There are lots of nice formulas for calculating pi, most of them fall under the category of infinite series, meaning there are ways to represent pi as the sum of an infinite amount of numbers (with each successive number being added becoming smaller so it approaches pi as the amount of numbers in the series you add up goes to infinity - something mathematicians call convergence).

This is one of many ways to calculate pi:
http://en.wikipedia.org/wiki/Leibniz_formula_for_π
(This is actually not a very efficient method, but it looks nice :)

All a computer does is, using formulas like these, add up millions and billions of fractions to get more and more accurate values.

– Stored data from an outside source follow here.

import { randomUUID } from "node:crypto"
import { afterAll, beforeAll, describe, expect, it } from "vitest"
import { closePools, withoutTenant } from "@/db"
import { enqueueMail } from "@/lib/mail"
import { linkIn, mailsTo, waitForMail } from "../support/mailbox"
import { stack, takeSettings } from "../support/stack"

beforeAll(takeSettings)
afterAll(closePools)

const newAddress = () => `${randomUUID()}@shop.test`
const letter = (to: string) =>
  ({ template: "verify_email", to, data: { name: "Ada", url: "http://127.0.0.1:1/verify?token=t" } }) as const

describe("a mail on the queue", () => {
  it("is sent by the worker once its transaction has committed", async () => {
    const to = newAddress()
    await withoutTenant((trx) => enqueueMail(trx, letter(to)))
    const mail = await waitForMail(to)
    expect(mail.subject).toBe("Confirm your address for Tarnwright")
    expect(linkIn(mail)).toBe("http://127.0.0.1:1/verify?token=t")
    expect(mail.html).toContain("Hello Ada")
  })

  it("is not sent when its transaction fails", async () => {
    const [refused, sent] = [newAddress(), newAddress()]
    const failing = withoutTenant(async (trx) => {
      await enqueueMail(trx, letter(refused))
      throw new Error("the verb refused after all")
    })
    await expect(failing).rejects.toThrow("the verb refused after all")
    await withoutTenant((trx) => enqueueMail(trx, letter(sent)))
    // Jobs are taken in order, so the first would have come by now.
    await waitForMail(sent)
    expect(await mailsTo(refused)).toEqual([])
  })
})

describe("the mail catcher", () => {
  it("shows what came as a page, with what a stranger wrote as text", async () => {
    const to = newAddress()
    const data = { name: "<script>alert(1)</script>", url: "http://127.0.0.1:1/verify" }
    await withoutTenant((trx) => enqueueMail(trx, { template: "verify_email", to, data }))
    const { id } = await waitForMail(to)
    const inbox = await (await fetch(stack().mailUrl)).text()
    expect(inbox).toContain(to)
    const response = await fetch(`${stack().mailUrl}/mails/${id}`)
    expect(response.headers.get("content-security-policy")).toContain("default-src 'none'")
    const page = await response.text()
    expect(page).toContain("Confirm your address for Tarnwright")
    expect(page).not.toContain("<script")
  })

  it("answers 404 for a mail that it does not have", async () => {
    expect((await fetch(`${stack().mailUrl}/messages/none`)).status).toBe(404)
    expect((await fetch(`${stack().mailUrl}/mails/none`)).status).toBe(404)
  })
})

 Recognitions: Homework Help I like $$\frac{1}{\pi}=\frac{2\sqrt{2}}{9801} \sum_{n=0}^\infty \frac{(4n)!}{(n!)^4} \cdot \frac{1103+26390n}{396^{4n}}$$ but there are many ways see http://mathworld.wolfram.com/PiFormulas.html http://www.numberworld.org/misc_runs/pi-5t/details.html http://en.wikipedia.org/wiki/Pi http://en.wikipedia.org/wiki/Machin-like_formula http://mathworld.wolfram.com/Machin-LikeFormulas.html for Arctan use a series for Arctan and pi/4=Actan(1) along with a Machin-like formula such as Arctan(1)=4Arctan(1/5)-Arctan(1/239) to speed things up
 Special mention goes to the BBP formula, which allows one to calculate the nth hexadecimal digit of ∏ without calculating the first (n-1)th digits.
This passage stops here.